LUI. – Oui-da. J'ai le front grand et ridé; l'oeil ardent; le nez saillant; les joues larges; le sourcil noir et fourni; la bouche bien fendue; la lèvre rebordée; et la face carrée. Si ce vaste menton était couvert d'une longue barbe; savez-vous que cela figurerait très bien en bronze ou en marbre.
MOI. – A côté d'un César, d'un Marc-Aurèle, d'un Socrate.
LUI. – Non, je serais mieux entre Diogène et Phryné. Je suis effronté comme l'un, et je fréquente volontiers chez les autres.
MOI. – Vous portez-vous toujours bien?
LUI. – Oui, ordinairement; mais pas merveilleusement aujourd'hui.
MOI. – Comment? Vous voilà avec un ventre de Silène; et un visage…
LUI. – Un visage qu'on prendrait pour son antagoniste. C'est que l'humeur qui fait sécher mon cher oncle engraisse apparemment son cher neveu.
MOI. – A propos de cet oncle, le voyez-vous quelquefois?
LUI. – Oui, passer dans la rue.
MOI. – Est-ce qu'il ne vous fait aucun bien?

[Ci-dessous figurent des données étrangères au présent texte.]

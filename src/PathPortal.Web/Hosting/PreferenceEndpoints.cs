using Microsoft.AspNetCore.Mvc;

namespace PathPortal.Web.Hosting;

public static class PreferenceEndpoints
{
    public static void MapPreferences(this IEndpointRouteBuilder routes) =>
        routes.MapPost("/preferences/theme", (HttpContext context, [FromForm] string? theme, [FromForm] string? returnUrl) =>
        {
            ThemeChoice.Write(context, theme ?? ThemeChoice.System);
            return Results.LocalRedirect(LocalPath.Or(returnUrl));
        }).AllowAnonymous();
}
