using System.Net.Sockets;
using Microsoft.AspNetCore.Diagnostics;
using Microsoft.AspNetCore.Http.HttpResults;
using Npgsql;
using PathPortal.Web.Layout;

namespace PathPortal.Web.Hosting;

/// <summary>Honest pages for what goes wrong: exceptions, and statuses nothing else gave a body to.</summary>
public static class Failures
{
    public static IApplicationBuilder UseFailurePages(this IApplicationBuilder app) => app
        .UseExceptionHandler(new ExceptionHandlerOptions
        {
            CreateScopeForErrors = true,
            StatusCodeSelector = StatusOf,
            ExceptionHandler = context => RenderAsync(context, context.Response.StatusCode),
        })
        .UseStatusCodePages(async context =>
        {
            // The services of the request may have rendered already; a renderer serves one page.
            var http = context.HttpContext;
            var before = http.RequestServices;
            await using var scope = before.CreateAsyncScope();
            http.RequestServices = scope.ServiceProvider;
            try
            {
                await RenderAsync(http, http.Response.StatusCode);
            }
            finally
            {
                http.RequestServices = before;
            }
        });

    /// <summary>No answer from the database server, as opposed to an answer that says no.</summary>
    public static bool IsDatabaseDown(Exception error)
    {
        for (Exception? inner = error; inner is not null; inner = inner.InnerException)
        {
            // Shutting down, crashed, starting up, too many connections: the server's ways to say "not now".
            if (inner is PostgresException { SqlState: "57P01" or "57P02" or "57P03" or "53300" } or SocketException
                || inner is NpgsqlException and not PostgresException)
                return true;
        }
        return false;
    }

    private static int StatusOf(Exception error) => error switch
    {
        BadHttpRequestException bad => bad.StatusCode,
        _ when IsDatabaseDown(error) => StatusCodes.Status503ServiceUnavailable,
        _ => StatusCodes.Status500InternalServerError,
    };

    private static Task RenderAsync(HttpContext context, int status)
    {
        if (HttpMethods.IsHead(context.Request.Method))
            return Task.CompletedTask;
        var parameters = new Dictionary<string, object?>
        {
            [nameof(StatusDocument.Code)] = status,
            [nameof(StatusDocument.RequestNumber)] = status >= 500 ? context.TraceIdentifier : null,
            [nameof(StatusDocument.Again)] = HttpMethods.IsGet(context.Request.Method) && status is not (403 or 404) ? LocalPath.Or(context.Request.Path) : "/",
        };
        return new RazorComponentResult<StatusDocument>(parameters) { StatusCode = status }.ExecuteAsync(context);
    }
}
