namespace PathPortal.Portal.Domain.Programs;

/// <summary>What the reader found in a file, for lists. SI; the box is in the work frame.</summary>
/// <param name="PlannedTime">Time the path needs on its own, where the reader could tell (s).</param>
/// <param name="BoxLow">Smallest x, y, z of the points (m).</param>
/// <param name="BoxHigh">Largest x, y, z of the points (m).</param>
public sealed record RevisionFacts(
    int PointCount, double Length, double? PlannedTime, double[] BoxLow, double[] BoxHigh, IReadOnlyList<string> Remarks);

LUI. – S'il en fait à quelqu'un, c'est sans s'en douter. C'est un philosophe dans son espèce. Il ne pense qu'à lui; le reste de l'univers lui est comme d'un clou à soufflet. Sa fille et sa femme n'ont qu'à mourir, quand elles voudront; pourvu que les cloches de la paroisse, qu'on sonnera pour elles, continuent de résonner la douzième et la dix-septième tout sera bien. Cela est heureux pour lui. Et c'est ce que je prise particulièrement dans les gens de génie. Ils ne sont bons qu'à une chose. Passé cela, rien. Ils ne savent ce que c'est d'être citoyens, pères, mères, frères, parents, amis. Entre nous, il faut leur ressembler de tout point; mais ne pas désirer que la graine en soit commune. Il faut des hommes; mais pour des hommes de génie; point. Non, ma foi, il n'en faut point. Ce sont eux qui changent la face du globe; et dans les plus petites choses, la sottise est si commune et si puissante qu'on ne la réforme pas sans charivari. Il s'établit partie de ce qu'ils ont imaginé. Partie reste comme il était; de là deux évangiles; un habit d'Arlequin. La sagesse du moine de Rabelais, est la vraie sagesse, pour son repos et pour celui des autres: faire son devoir, tellement quelle ment; toujours dire du bien de Monsieur le prieur; et laisser aller le monde à sa fantaisie. Il va bien, puisque la multitude en est contente. Si je savais l'histoire, je vous montrerais que le mal est toujours venu ici- bas, par quelque homme de génie. Mais je ne sais pas l'histoire, parce que je ne sais rien. Le diable m'emporte, si j'ai jamais rien appris; et si pour n'avoir rien appris, je m'en trouve plus mal. J'étais un jour à la table d'un ministre du roi de France qui a de l'esprit comme quatre; eh bien, il nous démontra clair comme un et un font deux, que rien n'était plus utile aux peuples que le mensonge; rien de plus nuisible que la vérité. Je ne me rappelle pas bien ses preuves; mais il s'ensuivait évidemment que les gens de génie sont détestables, et que si un enfant apportait en naissant, sur son front, la caractéristique de ce dangereux présent de la nature, il faudrait ou l'étouffer, ou le jeter au cagnard.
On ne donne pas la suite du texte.